Responsabilité collective et soutien institutionnel
L’enjeu dépasse la seule philanthropie. La stratégie nationale de développement de l’économie numérique, adoptée en 2019, fixe en effet des objectifs d’inclusion de tous les publics aux nouvelles technologies. Dans cette perspective, la formation des personnes en situation de handicap représente un levier double : réponse sociale à l’égalité des chances et réservoir de talents pour un secteur en quête de main-d’œuvre qualifiée. Interrogé sur le sujet, un cadre du ministère des Postes, des Télécommunications et de l’Économie numérique rappelle que “l’employabilité des personnes sourdes entre pleinement dans la feuille de route gouvernementale visant à porter la contribution du digital à 10 % du PIB national d’ici 2025”.
La proposition, formulée par Cenfor-Jh, de créer un lycée professionnel dédié aux handicaps multiples, rejoint les orientations déjà suggérées lors du dernier Forum national sur le numérique tenu à Kintélé. La mesure, encore à l’étude, pourrait offrir une filière diplômante et certifiante, indispensable pour sécuriser l’insertion durable des apprenants.
Vers un écosystème inclusif et compétitif
Au-delà des formations ponctuelles, c’est toute une chaîne de valeur inclusive qui se construit pas à pas. Certains des vingt-et-un stagiaires déjà formés ont décroché de premières missions de conception de visuels pour des PME locales, preuve que les compétences acquises répondent à une demande concrète.
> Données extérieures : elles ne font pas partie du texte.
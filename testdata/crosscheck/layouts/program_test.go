package layouts

import (
	"encoding/json"
	"errors"
	"fmt"
	"os"
	"os/exec"
	"path/filepath"
	"strings"
	"testing"
)

// This file runs the program.

// layer is what the checks read of a report.
type layer struct {
	Spacing    int64                  `json:"same_mask_spacing_dbu"`
	Figures    int                    `json:"figures"`
	Shapes     int                    `json:"shapes"`
	NearPairs  int                    `json:"near_pairs"`
	Components int                    `json:"components"`
	Odd        int                    `json:"unresolved_components"`
	Unresolved int                    `json:"unresolved_pairs"`
	LowerBound int                    `json:"lower_bound"`
	Proved     bool                   `json:"proved_optimal"`
	Rounded    int                    `json:"rounded_figures"`
	MaskArea   struct{ A, B float64 } `json:"mask_area_dbu2"`
}

// The masks are on layers of their own, above all that the layouts use.
const maskA, maskB = 101, 102

// decompose runs the program on one deck layer, and gives its report and the path of its output.
func decompose(t testing.TB, program, input string, drawn [][2]int, spacing float64, unit string) (layer, string) {
	t.Helper()
	dir := t.TempDir()
	deck, output, report := filepath.Join(dir, "deck.toml"), filepath.Join(dir, "out.gds"), filepath.Join(dir, "report.json")
	var list []string
	for _, d := range drawn {
		list = append(list, fmt.Sprintf("\"%d/%d\"", d[0], d[1]))
	}
	text := fmt.Sprintf("unit = %q\n[[layer]]\nname = \"drawn\"\ndrawn = [%s]\nmask_a = \"%d/%d\"\nmask_b = \"%d/%d\"\nsame_mask_spacing = %g\n",
		unit, strings.Join(list, ", "), drawn[0][0], maskA, drawn[0][0], maskB, spacing)
	if err := os.WriteFile(deck, []byte(text), 0o600); err != nil {
		t.Fatal(err)
	}
	out, err := exec.Command(program, "decompose", input, "--deck", deck, "--output", output, "--report", report, "--quiet").CombinedOutput()
	var exit *exec.ExitError
	if err != nil && (!errors.As(err, &exit) || exit.ExitCode() != 1) {
		t.Fatalf("%v\n%s", err, out)
	}
	data, err := os.ReadFile(report)
	if err != nil {
		t.Fatal(err)
	}
	var r struct{ Layers []layer }
	if err := json.Unmarshal(data, &r); err != nil || len(r.Layers) != 1 {
		t.Fatalf("report: %v\n%.500s", err, data)
	}
	if status := exit != nil; status != (r.Layers[0].Unresolved > 0) {
		t.Errorf("%d unresolved pairs, but exit status 1: %v", r.Layers[0].Unresolved, status)
	}
	return r.Layers[0], output
}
La montée en puissance des espaces de coworking à Brazzaville, l’expansion des services de paiement mobile et la vitalité de la scène créative fournissent un terreau fertile à l’entrepreneuriat sourd, à condition de maintenir l’accompagnement technique et réglementaire.
Dans cet horizon, la voix – ou plutôt la langue des signes – de la jeunesse sourde congolaise se fait entendre avec une intensité nouvelle. En cultivant le code et la création numérique, ces apprenants rappellent que l’innovation n’est pas qu’affaire de machines mais de regards pluriels sur le monde. L’inclusion, loin d’être un slogan, devient un moteur de compétitivité et une promesse d’avenir pour une économie congolaise décidée à conjuguer modernité et solidarité.